### Exercise requirements
Through the last line of the entries, please copy every line exactly, starting with the one that contains "found: dict[str, list[dict[str, object]]]".

### Input material

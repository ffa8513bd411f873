"""The daemon: watching on a fast clock, taking up what was left undone, and ending when it is told to."""

import datetime
import json
import os
import signal
import subprocess
import sys
import threading
import time
from collections.abc import Callable, Iterator
from contextlib import contextmanager
from dataclasses import replace
from pathlib import Path
from zoneinfo import ZoneInfo

import pytest

import service
from service.clock import Clock, FastClock
from service.daemon import watch
from service.wiring import Wired
from storage.engine import open_store
from storage.outbox import list_deliveries
from storage.readings import newest_readings
from storage.rounds import BROKEN_OFF, GOOD, begin_round, list_rounds
from storage.shifts import LIVE, list_shifts

ROOT = Path(service.__file__).parents[1]
WEEK = datetime.timedelta(weeks=1)
PATIENCE_SECONDS = 30.0

SETTINGS = """
[service]
database = "house.sqlite"
log_form = "json"
stop_within = "{stop_within}"

[[source]]
name = "plays"
kind = "json"
address = {{ env = "PLAYS_ADDRESS" }}
rows = "$.data[*]"
every = "1h"

  [source.fields]
  at = "$.day"
  count = "$.plays"
  split = "$.show"

  [source.streams]
  shape = "calendar"
  interval = "week"
  absent = "missing"

[[outlet]]
name = "desk"
kind = "webhook"
address = {{ env = "DESK_ADDRESS" }}
secret = {{ env = "DESK_SECRET" }}
"""


@pytest.fixture
def wired(world) -> Wired:
    return Wired(
        database=world.store.place,
        zone=ZoneInfo("UTC"),
        rounds=(world.plan(),),
        outlets=(world.outlet(),),
        takers=world.bench().takers,
        good_rounds=None,
        stop_within_seconds=10.0,
        log_form="json",
        log_level="info",
    )


@contextmanager
def watching(wired: Wired, clock: Clock) -> Iterator[list[bool]]:
    """A daemon in a thread; afterwards the list holds whether it ended within its bound."""
    stop, ended = threading.Event(), list[bool]()
    thread = threading.Thread(target=lambda: ended.append(watch(wired, clock, stop)))
    thread.start()
    try:
        yield ended
    finally:
        stop.set()
        thread.join(PATIENCE_SECONDS)
        assert not thread.is_alive()


def test_a_fast_clock_sees_a_fall_and_tells_it(world, wired: Wired, counts_of) -> None:
    world.studio.serve_by_instant({"quay": counts_of(1, (1000, 50), (400, 60))})
    begins = datetime.datetime(2025, 9, 30, 6, tzinfo=datetime.UTC)
    clock = FastClock(begins, WEEK.total_seconds() / 0.25)
    world.studio.now = lambda: clock.now().isoformat()
    with watching(wired, clock) as ended:
        assert world.desk.arrived.wait(PATIENCE_SECONDS)
    assert ended == [True]
    ((_, alert),) = world.desk.came
    assert alert["stream"]["id"] == "plays/quay"
    with world.store.reading() as conn:
        rounds, deliveries = list_rounds(conn), list_deliveries(conn)
    assert all(one.ended_utc is not None for one in rounds)
    assert len(rounds) > 1
    assert len(deliveries) == 1


def test_what_was_read_but_not_folded_is_taken_up_at_once(world, wired: Wired, counts_of) -> None:
    counts = counts_of(1, (1000, 40), (400, 4))
    world.studio.weekly("quay", counts[:40])
    world.at_week(39)
    world.poll()
    world.at_week(43)
    world.studio.weekly("quay", counts)
    world.stop.set()  # Ends between reading and folding.
    world.read()
    world.stop.clear()
    assert world.shifts() == ()
    asked = len(world.studio.asked)
    # The next round is due in a week; the alert does not wait for it.
    with watching(wired, world.clock):
        assert world.desk.arrived.wait(PATIENCE_SECONDS)
    assert len(world.studio.asked) == asked
    assert [shift.origin for shift in world.shifts()] == [LIVE]


def test_a_round_that_was_broken_off_is_begun_again_at_once(world, wired: Wired, counts_of) -> None:
    world.studio.weekly("quay", counts_of(1, (1000, 14)))
    world.at_week(13)
    with world.store.writing() as conn:
        begin_round(conn, "plays", now=world.clock.now())
    with watching(wired, world.clock):
        _until(lambda: len(world.history()) == 14)
    with world.store.reading() as conn:
        assert [one.outcome for one in list_rounds(conn)] == [GOOD, BROKEN_OFF]


def test_good_rounds_are_reported_and_failed_ones_are_not(world, wired: Wired, counts_of, loopback) -> None:
    sign = type(world.studio)()
    sign.address = loopback(sign)
    wired = replace(wired, good_rounds=sign.address)
    world.studio.broken = (500, b"")
    with watching(wired, world.clock):
        _until(lambda: len(world.studio.asked) == 1)
    assert sign.asked == []
    world.studio.broken = None
    world.studio.weekly("quay", counts_of(1, (1000, 3)))
    world.clock.instant += 2 * WEEK
    with watching(wired, world.clock):
        _until(lambda: sign.asked == [200])


@pytest.fixture
def start(tmp_path: Path, studio, desk, secret: str) -> Callable[..., "subprocess.Popen[str]"]:
    def start_one(stop_within: str) -> "subprocess.Popen[str]":
        settings = tmp_path / "house.toml"
        settings.write_text(SETTINGS.format(stop_within=stop_within), encoding="utf-8")
        command = [sys.executable, "-m", "service.cli.main", "run", "--settings", str(settings)]
        places = {"PLAYS_ADDRESS": studio.address, "DESK_ADDRESS": desk.address, "DESK_SECRET": secret}
        return subprocess.Popen(command, cwd=ROOT, env=os.environ | places, stderr=subprocess.PIPE, text=True)

    return start_one


def test_a_real_process_ends_on_sigterm(start, studio, desk, counts_of, tmp_path: Path, secret: str) -> None:
    studio.weekly("quay", counts_of(1, (1000, 14)))
    with start("20s") as process:
        lines = _read_until(process, "round ended")
        process.send_signal(signal.SIGTERM)
        _, rest = process.communicate(timeout=PATIENCE_SECONDS)
    assert process.returncode == 0
    facts = [json.loads(line) for line in (*lines, *rest.splitlines())]
    events = [one["event"] for one in facts]
    assert events[0] == "started"
    assert events[-1] == "stopped"
    (ended,) = (one for one in facts if one["event"] == "round ended")
    assert (ended["source"], ended["outcome"]) == ("plays", "good")
    everything = "".join(lines) + rest
    assert not [one for one in (studio.address, desk.address, secret) if one in everything]
    with open_store(str(tmp_path / "house.sqlite")) as store, store.reading() as conn:
        assert len(newest_readings(conn, "plays/quay")) == 14


def test_a_source_that_hangs_does_not_keep_the_process(start, studio, counts_of, tmp_path: Path) -> None:
    studio.weekly("quay", counts_of(1, (1000, 14)))
    studio.drip_seconds = 0.2
    with start("1s") as process:
        lines = _read_until(process, "started")
        assert studio.reached.wait(PATIENCE_SECONDS)
        began = time.monotonic()
        process.send_signal(signal.SIGTERM)
        _, rest = process.communicate(timeout=PATIENCE_SECONDS)
        took = time.monotonic() - began
    studio.drip_seconds = 0.0
    assert process.returncode == 0
    assert took < 10.0
    assert len(lines) == 1
    assert json.loads(rest.splitlines()[-1])["event"] == "stopped with work under way"
    with open_store(str(tmp_path / "house.sqlite")) as store, store.reading() as conn:
        assert list_shifts(conn) == ()
        assert [one.outcome for one in list_rounds(conn)] == ["under way"]


def _read_until(process: "subprocess.Popen[str]", event: str) -> list[str]:
    assert process.stderr is not None
    lines = []
    for line in process.stderr:
        lines.append(line)
        if json.loads(line)["event"] == event:
            break
    return lines


def _until(done: Callable[[], bool]) -> None:
    ends = time.monotonic() + PATIENCE_SECONDS
    while not done():
        assert time.monotonic() < ends
        time.sleep(0.02)
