"""What one count of a calendar stream covers, read off two of its counts. Pure.

The tables know where a count stands and its date, not the setting; two places on an axis tell it.
"""

import datetime
from collections.abc import Sequence

from service.tell.story import At, Marker

DAYS = {1: "day", 7: "week"}


def unit_of(markers: Sequence[Marker]) -> str | None:
    """Such as "week" or "14 days"; None where the markers stand at one place or do not agree."""
    ordered = sorted(markers, key=lambda marker: marker.position)
    if len(ordered) < 2 or ordered[0].position == ordered[-1].position:
        return None
    first, last = ordered[0], ordered[-1]
    return _unit(first.at, last.at, last.position - first.position)


def _unit(first: At, last: At, places: int) -> str | None:
    if isinstance(first, datetime.datetime) or isinstance(last, datetime.datetime):
        return _hour(first, last, places)
    months = (last.year - first.year) * 12 + last.month - first.month
    if first.day == last.day == 1 and months == places:
        return "month"
    if (first.month, first.day) == (last.month, last.day) == (1, 1) and months == 12 * places:
        return "year"
    days, rest = divmod((last - first).days, places)
    if rest or days < 1:
        return None
    return DAYS.get(days, f"{days} days")


def _hour(first: At, last: At, places: int) -> str | None:
    if not isinstance(first, datetime.datetime) or not isinstance(last, datetime.datetime):
        return None
    return "hour" if last - first == datetime.timedelta(hours=places) else None
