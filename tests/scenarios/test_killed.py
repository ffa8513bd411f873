"""Kill -9 before and after every commit of the path: nothing is lost, nothing but a delivery is repeated.

With KNICKPOINT_PROVE set, every commit is tried; without it a few.
"""

import datetime
import json
import os
import subprocess
import sys
from collections.abc import Callable, Iterator
from dataclasses import dataclass, field, replace
from pathlib import Path

import pytest

import service
from storage.engine import open_store
from storage.outbox import list_deliveries
from storage.posteriors import history
from storage.readings import all_readings
from storage.rounds import list_rounds
from storage.shifts import list_shifts

ROOT = Path(service.__file__).parents[1]
STREAMS = ("plays/mill", "plays/quay")
WEEKS_POLLED = (17, 19, 21, 23, 24, 25)


@dataclass
class Walker:
    """The script, waiting for walks."""

    process: "subprocess.Popen[str]"
    source: str
    receiver: str
    secret: str

    def walk(
        self, database: Path, instants: list[str], commit: int = 0, side: str = "before"
    ) -> tuple[int, list[str]]:
        """Gives the exit status, and the stages whose commits it came to."""
        walk = {"database": str(database), "instants": instants, "commit": commit, "side": side}
        places = {"source": self.source, "receiver": self.receiver, "secret": self.secret}
        assert self.process.stdin is not None
        assert self.process.stdout is not None
        self.process.stdin.write(json.dumps(walk | places) + "\n")
        self.process.stdin.flush()
        ended = json.loads(self.process.stdout.readline())
        return ended["status"], ended["stages"]


@dataclass
class Ended:
    """What there is at the end of a walk."""

    readings: list[tuple[object, ...]] = field(default_factory=list)
    said: list[object] = field(default_factory=list)
    shifts: list[tuple[str, str, bool]] = field(default_factory=list)
    deliveries: list[tuple[str, str]] = field(default_factory=list)
    open_rounds: int = 0


@pytest.fixture
def walker(studio, desk, secret: str, counts_of: Callable[..., list[int]]) -> Iterator[Walker]:
    counts = {"quay": counts_of(1, (1000, 20), (300, 8)), "mill": counts_of(2, (40, 28))}
    studio.serve_by_instant(counts)
    command = [sys.executable, str(Path(__file__).with_name("walker.py"))]
    settings = os.environ | {"PYTHONPATH": str(ROOT), "OPENBLAS_NUM_THREADS": "1"}
    with subprocess.Popen(
        command,
        stdin=subprocess.PIPE,
        stdout=subprocess.PIPE,
        stderr=subprocess.DEVNULL,
        text=True,
        env=settings,
    ) as process:
        yield Walker(process, studio.address, desk.address, secret)
        assert process.stdin is not None
        process.stdin.close()


def test_killed_at_any_commit(walker, studio, desk, tmp_path: Path, migrated_bytes: bytes) -> None:
    instants = [_instant(week) for week in WEEKS_POLLED]
    afterwards = [_instant(WEEKS_POLLED[-1], minutes) for minutes in (5, 10)]

    def fresh(name: str) -> Path:
        path = tmp_path / f"{name}.sqlite"
        path.write_bytes(migrated_bytes)
        desk.came.clear()
        studio.instants.clear()
        return path

    path = fresh("undisturbed")
    status, stages = walker.walk(path, instants + afterwards)
    assert status == 0
    expected, alerts = _ended(path), _by_id(desk.came)
    assert len(alerts) == 1
    assert [len(bodies) for bodies in alerts.values()] == [1]
    assert expected.readings == _served(studio)
    assert [origin for _, origin, _ in expected.shifts] == ["live"]
    tried = repeated = 0
    for commit, side in _kill_points(stages):
        path = fresh(f"{side} {commit}")
        status, come_to = walker.walk(path, instants + afterwards, commit, side)
        assert (status, come_to) == (-9, stages[:commit])
        tried += 1
        left = instants + afterwards
        begun = left.index(studio.instants[-1]) if studio.instants else 0
        assert walker.walk(path, left[begun:] + _later())[0] == 0
        got = _by_id(desk.came)
        assert got.keys() == alerts.keys(), (commit, side)
        assert all(body == bodies[0] for bodies in got.values() for body in bodies), (commit, side)
        assert _ended(path) == expected, (commit, side)
        repeated += sum(len(bodies) - 1 for bodies in got.values())
    assert desk.forged == 0
    print(f"{tried} kills survived; {repeated} deliveries repeated under their ids")
    # Between the receiver's answer and its record: it cannot be told from an answer that was lost.
    assert repeated >= 1


def _kill_points(stages: list[str]) -> Iterator[tuple[int, str]]:
    """Every commit; or those of the first reading and of its end, and all around the first telling."""
    tell = stages.index("tell")
    assert stages[tell - 1 : tell + 3] == ["fold", "tell", "attempt", "attempt"]
    few = (2, 3, tell - 3, *range(tell - 1, tell + 3))
    for place in range(len(stages)) if os.environ.get("KNICKPOINT_PROVE") else few:
        yield place + 1, "before"
        yield place + 1, "after"


def _instant(week: int, minutes: int = 0) -> str:
    monday = datetime.datetime(2025, 1, 6, 6, tzinfo=datetime.UTC)
    return (monday + datetime.timedelta(weeks=week + 1, minutes=minutes)).isoformat()


def _later() -> list[str]:
    """When what was being sent at the time of death is due again."""
    return [_instant(WEEKS_POLLED[-1], minutes) for minutes in (15, 20)]


def _served(studio) -> list[tuple[object, ...]]:
    rows = studio.rows_by(_instant(WEEKS_POLLED[-1]))
    return sorted((f"plays/{row['show']}", row["day"], row["plays"]) for row in rows)


def _by_id(came: list[tuple[str, dict[str, object]]]) -> dict[str, list[dict[str, object]]]:
    found: dict[str, list[dict[str, object]]] = {}
    for message, body in came:
        found.setdefault(message, []).append(body)
    return found


def _ended(path: Path) -> Ended:
    epoch = datetime.datetime(2000, 1, 1, tzinfo=datetime.UTC)
    with open_store(str(path)) as store, store.reading() as conn:
        return Ended(
            sorted(
                (one.stream_id, one.key, one.count) for name in STREAMS for one in all_readings(conn, name)
            ),
            [
                replace(row, id=0, reading_id=None, written_utc=epoch)
                for name in STREAMS
                for row in history(conn, name)
            ],
            [(one.id, one.origin, one.late) for one in list_shifts(conn)],
            [(one.id, one.state) for one in list_deliveries(conn)],
            sum(one.ended_utc is None for one in list_rounds(conn)),
        )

### Final answer
    found: dict[str, list[dict[str, object]]] = {}
    for message, body in came:
        found.setdefault(message, []).append(body)
    return found


def _ended(path: Path) -> Ended:
    epoch = datetime.datetime(2000, 1, 1, tzinfo=datetime.UTC)
    with open_store(str(path)) as store, store.reading() as conn:
        return Ended(
            sorted(
                (one.stream_id, one.key, one.count) for name in STREAMS for one in all_readings(conn, name)
            ),
            [
                replace(row, id=0, reading_id=None, written_utc=epoch)
                for name in STREAMS
                for row in history(conn, name)
            ],
            [(one.id, one.origin, one.late) for one in list_shifts(conn)],
            [(one.id, one.state) for one in list_deliveries(conn)],
            sum(one.ended_utc is None for one in list_rounds(conn)),
        )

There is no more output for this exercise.